**Your task**
Repeat exactly the lines from the start of the records below through the line that contains "values together (at", including both.

**Data listing**
"""Every table of any archive as CSV files, units in the header lines (``fdsolver export FILE.nc --csv DIR``).

The variables of an archive are grouped by their dimensions, and each group becomes one file:

* one dimension: one row per coordinate value (``states.csv``: energy, error, <x>, ... per state;
  ``potential.csv``: V(x) and m(x));
* several dimensions whose last is a long axis (``x``, ``photon_energy``) and whose others have few
  values together (at most :data:`WIDE_COLUMNS`): a wide table, one row per position and one column
  per state (``wavefunctions.csv``: x, psi of state 0, psi of state 1, ...);
* otherwise a long table, one row per combination of indices with a column per index
  (``transitions.csv``: state, final_state, transition_energy, dipole, oscillator_strength, ...;
  a sweep's ``by_d_state.csv``: d, state, energy, ...);
* dimensionless scalars and one-value variables go to ``scalars.csv`` (name, value, units).

Each file starts with ``#`` lines: the archive, its kind and title, the unit system, carrier and
mass, and what every column is; the header row gives each column's units in brackets
(``energy [meV]``).  Flags are written as their numbers, with their meanings in the ``#`` lines.
Text is quoted where it needs to be (the csv module's minimal quoting).  Read them with e.g.
``pandas.read_csv(path, comment="#")``.
"""

from __future__ import annotations

import csv
import math
from pathlib import Path

import numpy as np

from fdsolver.errors import CaseError
from fdsolver.report._common import declared, run_header, units_of

#: a group is written wide (one column per combination of the short indices) up to this many columns per variable
WIDE_COLUMNS = 64
#: dimensions that are long axes (rows of a wide table)
LONG_AXES = ("x", "photon_energy", "scan")
#: friendlier file names of common groups of dimensions
NAMES = {
    ("state",): "states", ("x",): "potential", ("state", "x"): "wavefunctions", ("state", "final_state"): "transitions",
    ("level", "state"): "levels", ("level",): "levels_nodes", ("region",): "regions", ("state", "region"): "probability_inside",
    ("photon_energy",): "spectrum", ("transition",): "absorption_lines", ("transition", "photon_energy"): "absorption_by_line",
    ("width", "state"): "ladder", ("width",): "widths", ("well",): "wells", ("threshold",): "thresholds",
    ("scan",): "scan", ("electron_state",): "electron_levels", ("heavy_hole_state",): "heavy_hole_levels",
    ("light_hole_state",): "light_hole_levels", ("electron_state", "heavy_hole_state"): "electron_heavy_hole",
    ("electron_state", "light_hole_state"): "electron_light_hole", ("electron_state", "x"): "electron_wavefunctions",
    ("heavy_hole_state", "x"): "heavy_hole_wavefunctions", ("light_hole_state", "x"): "light_hole_wavefunctions",
    ("final_state",): "final_states",
}


def _column(ds, name: str) -> str:
    """``name [units]`` (no brackets for pure numbers and text)."""
    u = units_of(ds, name)
    if not declared(ds, name):
        return f"{name} [units not declared]"
    return f"{name} [{u}]" if u else name


def _describe(ds, name: str) -> str:
    a = ds[name].attrs
    text = f"{name}: {a.get('long_name', '')}"
    u = units_of(ds, name)
    if u:
        text += f" [{u}]"
    if a.get("units_note"):
        text += f" ({a['units_note']})"
    if "flag_meanings" in a:
        vals = np.atleast_1d(a.get("flag_values", []))
        text += "; values: " + ", ".join(f"{int(v)} = {m}" for v, m in zip(vals, str(a["flag_meanings"]).split()))
    return text


def _cell(v) -> str:
    if isinstance(v, (bytes, np.bytes_)):
        return v.decode()
    if isinstance(v, (str, np.str_)):
        return str(v)
    if isinstance(v, (float, np.floating)):
        return "" if not math.isfinite(float(v)) else repr(float(v))
    if isinstance(v, (np.integer, int)):
        return str(int(v))
    return str(v)


def _header(ds, source: str, names: list[str]) -> list[str]:
    a = ds.attrs
    lines = [f"# fdsolver export of {source} (kind {a.get('fdsolver_kind', '?')}, {a.get('source', 'fdsolver')}): "
             f"{a.get('title', '')}",
             f"# {run_header(ds)}"]
    lines += [f"# {_describe(ds, n)}" for n in names]
    lines.append("# empty cells: no value (a state that does not exist, a quantity not defined there)")
    return lines


def _groups(ds) -> dict[tuple[str, ...], list[str]]:
    groups: dict[tuple[str, ...], list[str]] = {}
    for name in ds.data_vars:
        groups.setdefault(tuple(ds[name].dims), []).append(name)
    for name in ds.coords:  # coordinates that are not dimensions of anything (region_name is a data variable)
        dims = tuple(ds[name].dims)
        if dims != (name,):
            groups.setdefault(dims, []).append(name)
    return groups


def _coord_values(ds, dim: str) -> np.ndarray:
    return ds[dim].values if dim in ds.variables else np.arange(ds.sizes[dim])


def _file_name(dims: tuple[str, ...], swept: list[str]) -> str:
    if dims in NAMES:
        return NAMES[dims] + ".csv"
    rest = tuple(d for d in dims if d not in swept)
    if swept and all(d in dims for d in swept) and rest in {(), ("state",), ("state", "final_state"), ("state", "x"),
                                                            ("state", "region")}:
        return {(): "points", ("state",): "points_states", ("state", "final_state"): "points_transitions",
                ("state", "x"): "points_wavefunctions", ("state", "region"): "points_probability_inside"}[rest] + ".csv"
    return "by_" + "_".join(dims) + ".csv"


def export_csv(run, folder) -> list[Path]:
    """Write every table of an archive (a Dataset, or the path of an archive, read as untrusted input by
    :func:`fdsolver.io.archive.open_run`) as CSV files into ``folder`` (created if missing); the paths written."""
    import os

    if isinstance(run, (str, os.PathLike)):
        from fdsolver.io.archive import open_run

        return write_tables(open_run(run), folder, str(run))
    return write_tables(run, folder)


def write_tables(ds, folder, source: str | None = None) -> list[Path]:
    """Write every table of archive ``ds`` as CSV files into ``folder`` (created if missing); the paths written.

    ``source`` names the archive in the header lines (default: the file it was read from).
    """
    import json

    folder = Path(folder)
    if folder.exists() and not folder.is_dir():
        raise CaseError(f"'{folder}' exists and is not a folder; give a folder for the CSV files", key="--csv")
    if not folder.parent.is_dir():
        raise CaseError(f"folder '{folder.parent}' does not exist; create it first", key="--csv")
    folder.mkdir(exist_ok=True)
    source = source or str(ds.encoding.get("source", "an fdsolver archive"))
    swept = []
    for attr in ("swept_params", "map_axes"):
        try:
            swept = list(json.loads(ds.attrs.get(attr, "[]")))
        except (TypeError, ValueError):
            pass
        if swept:
            break
    written = []
    scalars = []
    for dims, names in _groups(ds).items():
        if not dims or all(ds.sizes[d] == 0 for d in dims):
            scalars += [n for n in names if not dims]
            continue
        path = folder / _file_name(dims, swept)
        written.append(_write_group(ds, dims, names, path, source))
    if scalars:
        path = folder / "scalars.csv"
        with open(path, "w", newline="", encoding="utf-8") as fh:
            fh.write("\n".join(_header(ds, source, scalars)) + "\n")
            w = csv.writer(fh)
            w.writerow(["name", "value", "units"])
            for n in scalars:
                w.writerow([n, _cell(ds[n].values.item()), units_of(ds, n)])
        written.append(path)
    return written


def _write_group(ds, dims, names, path: Path, source: str) -> Path:
    long_axis = dims[-1] in LONG_AXES and len(dims) >= 2
    short = int(np.prod([ds.sizes[d] for d in dims[:-1]])) if len(dims) > 1 else 1
    coords = [d for d in dims if d in ds.variables]
    with open(path, "w", newline="", encoding="utf-8") as fh:
        fh.write("\n".join(_header(ds, source, coords + [n for n in names if n not in coords])) + "\n")
        w = csv.writer(fh)
        if long_axis and short <= WIDE_COLUMNS:
            _wide(ds, dims, names, w)
        else:
            _long(ds, dims, names, w)
    return path


def _wide(ds, dims, names, w) -> None:
    last = dims[-1]
    idx = list(np.ndindex(*[ds.sizes[d] for d in dims[:-1]]))
    labels = [", ".join(f"{d}={_cell(_coord_values(ds, d)[i])}" for d, i in zip(dims[:-1], combo)) for combo in idx]
    head = [_column(ds, last)] if last in ds.variables else [last]
    cols = []
    for n in names:
        for combo, lab in zip(idx, labels):
            head.append(f"{n}({lab})" + (f" [{units_of(ds, n)}]" if units_of(ds, n) else ""))
            cols.append(np.asarray(ds[n].values)[combo])
    w.writerow(head)
    xs = _coord_values(ds, last)
    for k in range(ds.sizes[last]):
        w.writerow([_cell(xs[k])] + [_cell(c[k]) for c in cols])


def _long(ds, dims, names, w) -> None:
    head = [_column(ds, d) if d in ds.variables else d for d in dims]
    head += [_column(ds, n) for n in names if n not in dims]
    w.writerow(head)
    values = [np.asarray(ds[n].values) for n in names if n not in dims]
    coords = [_coord_values(ds, d) for d in dims]
    for combo in np.ndindex(*[ds.sizes[d] for d in dims]):
        w.writerow([_cell(c[i]) for c, i in zip(coords, combo)] + [_cell(v[combo]) for v in values])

**Solved problem**
"""Every table of any archive as CSV files, units in the header lines (``fdsolver export FILE.nc --csv DIR``).

The variables of an archive are grouped by their dimensions, and each group becomes one file:

* one dimension: one row per coordinate value (``states.csv``: energy, error, <x>, ... per state;
  ``potential.csv``: V(x) and m(x));
* several dimensions whose last is a long axis (``x``, ``photon_energy``) and whose others have few
  values together (at most :data:`WIDE_COLUMNS`): a wide table, one row per position and one column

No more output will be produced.